# Premier test aptitude échouer



## El-brock (6 Jun 2015)

Bonjour j'ai échouer mon 1 er test d'aptitude et mon problème c'est que j'ai un trouble d'attention et que pour lais math je ne suis pas rapide et que si je le fait une 2 me fois j'ai peur de ne pas réussir le minimum pour passer. Ça fait 2 ans que je nais pas faite de math j'ai fini mon seg 5 ya 10 mois et j'ai eu une peine d'amour et je prend des antidépresseurs et Acose de ça même si je passe peut-être les test aptitude je ne sais pas si j'ai des chance vu que je prend dais pilule. PS je ne me suis jamais droguer et j'ai toujours être un travailleur et je nais pas de casier judiciaire je respecte les lois civil et j'ai jamais eu de problème d'alcool aussi mais mon défaut c'est que j'ai des trouble d'apprentissage et j'ai pleure que cela me pose problème. J'ai 19ans et la job que je voulais faire 1choix sapeur de combat 2em choix infranterie 3ème rien.


----------



## KingWongQc (6 Jun 2015)

je crois que ta meilleure option est d'aller à ton centre de recrutement et discuter de ta situation avec un recruteur.


----------



## greythunders99 (21 Jun 2015)

Je te conseillerais de faire des exercices de pratique, puisque tu dois attendre deux mois minimum avant de pouvoir le refaire et prendre le temps de remonter la pente(dépression). Ce qui peut jouer contre toi, c'est ton déficit d'attention, même si tu es médicamenté et la dépression... Je crois que le TDAH est une raison pour laquelle ton médical pourrait se voir refusé et t'empêcher d'être déclaré apte à l'enrôlement. Donc, tu peux soit: continuer à te battre et à faire tout ton possible et voir, si tu es apte à l'enrôlement malgré cela. Cependant, ne prends pas pour acquis et n'espère pas trop pour rien, des fois où ça ne fonctionnerait pas... Donc, en attendant, je te conseille de trouver un métier au civil ou un DEP qui t'intéresse et qui te mènera à un métier que tu aimeras quand même. (surtout que l'approbation du médical peut être très longue). Ce sont les meilleurs conseils que je peux te donner. À toi de voir maintenant!

Bonne chance!


----------



## Les Paul jr (17 Jul 2015)

Salut, 

Je te conseille fortement de régler tes problèmes personnelles qui pourraient jouer contre toi pour rentrer dans les forces ( DEPRESSION ), sinon, tu risques de ne pas passer le médical.

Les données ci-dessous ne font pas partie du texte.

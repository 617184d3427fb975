#include "graph_views.hpp"

#include <algorithm>
#include <cmath>
#include <cstdio>
#include <limits>

namespace triaxcal::gmsh {

namespace {

std::string quoted(std::string text) {
  std::replace(text.begin(), text.end(), '"', '\'');
  return "\"" + text + "\"";
}

std::string num(double v) {
  char b[32];
  std::snprintf(b, sizeof b, "%.9g", v);
  return b;
}

// One colour a test: its measured points and its fitted line share it.
const char* const kColours[] = {"Blue", "Red", "DarkGreen", "Magenta", "Orange", "Cyan", "Black", "Brown"};

}  // namespace

int plot_position(int i, int n) {
  // Gmsh 4.8 View.AutoPosition: 2 top left, 3 top right, 4 bottom left, 5 bottom right,
  // 6 top, 7 bottom, 10 full; 1 automatic.
  if (n == 1) return 10;
  if (n == 2) return i == 0 ? 6 : 7;
  if (n <= 4) return 2 + i;
  return 1;
}

std::string views_pos(const std::vector<UnitCurves>& units) {
  std::string out =
      "// triaxcal: q against axial strain for each soil unit. Written by triaxcal-gmsh on every compute;\n"
      "// merging it replaces the views of the previous compute.\n"
      "For i In {PostProcessing.NbViews-1:0:-1}\n"
      "  If(!StrCmp(StrSub(View[i].Name, 0, " +
      std::to_string(std::string(kViewPrefix).size()) + "), " + quoted(kViewPrefix) +
      "))\n"
      "    Delete View[i];\n"
      "  EndIf\n"
      "EndFor\n";
  int plots = 0;
  for (const UnitCurves& u : units)
    if (!u.curves.empty()) ++plots;
  int plot = 0;
  for (const UnitCurves& u : units) {
    if (u.curves.empty()) continue;
    double xmin = std::numeric_limits<double>::infinity(), xmax = -xmin, ymin = 0.0, ymax = -xmin;
    for (const Curve& c : u.curves)
      for (std::size_t i = 0; i < c.q.size() && i < c.axial_strain.size(); ++i) {
        if (!std::isfinite(c.q[i]) || !std::isfinite(c.axial_strain[i])) continue;
        xmin = std::min(xmin, 100.0 * c.axial_strain[i]);
        xmax = std::max(xmax, 100.0 * c.axial_strain[i]);
        ymin = std::min(ymin, c.q[i]);
        ymax = std::max(ymax, c.q[i]);
      }
    if (!(xmax > xmin)) xmax = xmin + 1.0;
    if (!(ymax > ymin)) ymax = ymin + 1.0;
    const int position = plot_position(plot++, plots);
    int colour = 0;
    for (std::size_t k = 0; k < u.curves.size(); ++k) {
      const Curve& c = u.curves[k];
      // Measured and fitted curves of a test come in pairs and share a colour.
      if (k > 0 && !(u.curves[k - 1].measured && !c.measured)) ++colour;
      out += "View " + quoted(kViewPrefix + u.unit + ": " + c.label + " q [kPa]") + " {\n";
      for (std::size_t i = 0; i < c.q.size() && i < c.axial_strain.size(); ++i) {
        if (!std::isfinite(c.q[i]) || !std::isfinite(c.axial_strain[i])) continue;
        out += "SP(" + num(100.0 * c.axial_strain[i]) + ",0,0){" + num(c.q[i]) + "};\n";
      }
      out += "};\n";
      out += "v = PostProcessing.NbViews-1;\n";
      out += "View[v].Type = 4;\n";
      out += "View[v].AutoPosition = " + std::to_string(position) + ";\n";
      out += std::string("View[v].IntervalsType = ") + (c.measured ? "1" : "2") + ";\n";
      out += "View[v].PointSize = 3;\n";
      out += "View[v].LineWidth = 2;\n";
      out += "View[v].Axes = 3;\n";
      out += "View[v].AxesLabelX = \"axial strain [%]\";\n";
      out += "View[v].RangeType = 2;\n";
      out += "View[v].CustomMin = " + num(ymin) + ";\n";
      out += "View[v].CustomMax = " + num(ymax) + ";\n";
      out += "View[v].AbscissaRangeType = 2;\n";
      out += "View[v].CustomAbscissaMin = " + num(xmin) + ";\n";
      out += "View[v].CustomAbscissaMax = " + num(xmax) + ";\n";
      out += std::string("View[v].ColorTable = {") + kColours[colour % 8] + "};\n";
    }
  }
  return out;
}

}  // namespace triaxcal::gmsh
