#include "graph_views.hpp"

#include <algorithm>
#include <cmath>
#include <cstdio>
#include <limits>
#include <map>
#include <string_view>

namespace triaxcal::gmsh {

namespace {

std::string quoted(std::string text) {
  std::replace(text.begin(), text.end(), '"', '\'');
  return "\"" + text + "\"";
}

std::string num(double v) {
  char b[32];
  std::snprintf(b, sizeof b, "%.9g", v);
  return b;
}

// Fill colours of the soil units, dark enough to read as legend text on white.
const char* const kUnitColours[] = {"DarkOrange", "SteelBlue", "SeaGreen", "IndianRed",
                                    "MediumPurple", "Peru", "CadetBlue", "OliveDrab"};

/// One graph: a test and quantity, with its measured and model curves.
struct Graph {
  std::size_t unit = 0;
  std::string test, quantity;
  std::string title;    ///< "<test up to ' ('>: <quantity>": the view's name, drawn centred over the left axis
  std::string heading;  ///< above the row: the unit's name, and the whole test name where the title shortens it
  const Curve* measured = nullptr;
  const Curve* model = nullptr;
  int row = 0, column = 0;  ///< in the layout of a row a test, a column a quantity
  int line = 0;             ///< in the layout of one graph a row
};

}  // namespace

double text_width_em(const std::string& text) {
  // Advance widths of DejaVu Sans (the sans font Gmsh's GL text falls back to on Debian), rounded
  // up; UTF-8 continuation bytes add nothing, a multi-byte character counts as a wide letter.
  double w = 0.0;
  for (unsigned char c : text) {
    if ((c & 0xC0) == 0x80) continue;
    if (c >= 0x80) w += 0.7;
    else if (c >= '0' && c <= '9') w += 0.64;
    else if (c == ' ') w += 0.32;
    else if (std::string_view(".,:;'|!iljI").find(static_cast<char>(c)) != std::string_view::npos) w += 0.34;
    else if (std::string_view("-()[]{}ftr/\"").find(static_cast<char>(c)) != std::string_view::npos) w += 0.42;
    else if (std::string_view("mwMW%@").find(static_cast<char>(c)) != std::string_view::npos) w += 0.98;
    else if (c >= 'A' && c <= 'Z') w += 0.74;
    else w += 0.62;
  }
  return w;
}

Ensuite, travaille sur tes mathématiques! Voit un tuteur si il le faut mais entraîne toi. Tu as vu ce qu'était les problèmes du test d'aptitude, travaille cela.

N'abandonne pas & sache que rien ne presse, même si tu es en processus, prend ton temps pour être certains de passé. Les Forces seront toujours là.

Bonne chance.


----------



## erird (30 Jul 2015)

pour le test d'aptitude, sage que même des universitaire l'on couler.  maintenant que tu sais a quoi t'attendre du test, travaille la dessus.  Continu et fonce.


----------



## ShiftyQc (19 Aug 2015)

Salut à toi ! 


Et bien non sache que  tu n'es pas le seul dans cette situation. J'ai également échoué à ma première tentative et on s'entend que de voir le 3/4 du monde dans la sale de test passer à l'étape suivante alors qu'on te convoque toi dans un bureau pour t'expliquer ton échec, ce n'est clairement pas une bonne journée. Je m'en rappel comme si c'était hier et ça date de voilà 8 ans déjà. Je venais tout juste de finir mon sec 4 et j'étai super nerveux car mon objectif ultime de faire parti de la grande famille. Avec le recul, je me suis rendu compte que je n'étais pas prêt. Trop nerveux et je restai figé sur les questions que je n'étai pas certain de la réponse au lieu de passer à la suivante et revenir plus tard.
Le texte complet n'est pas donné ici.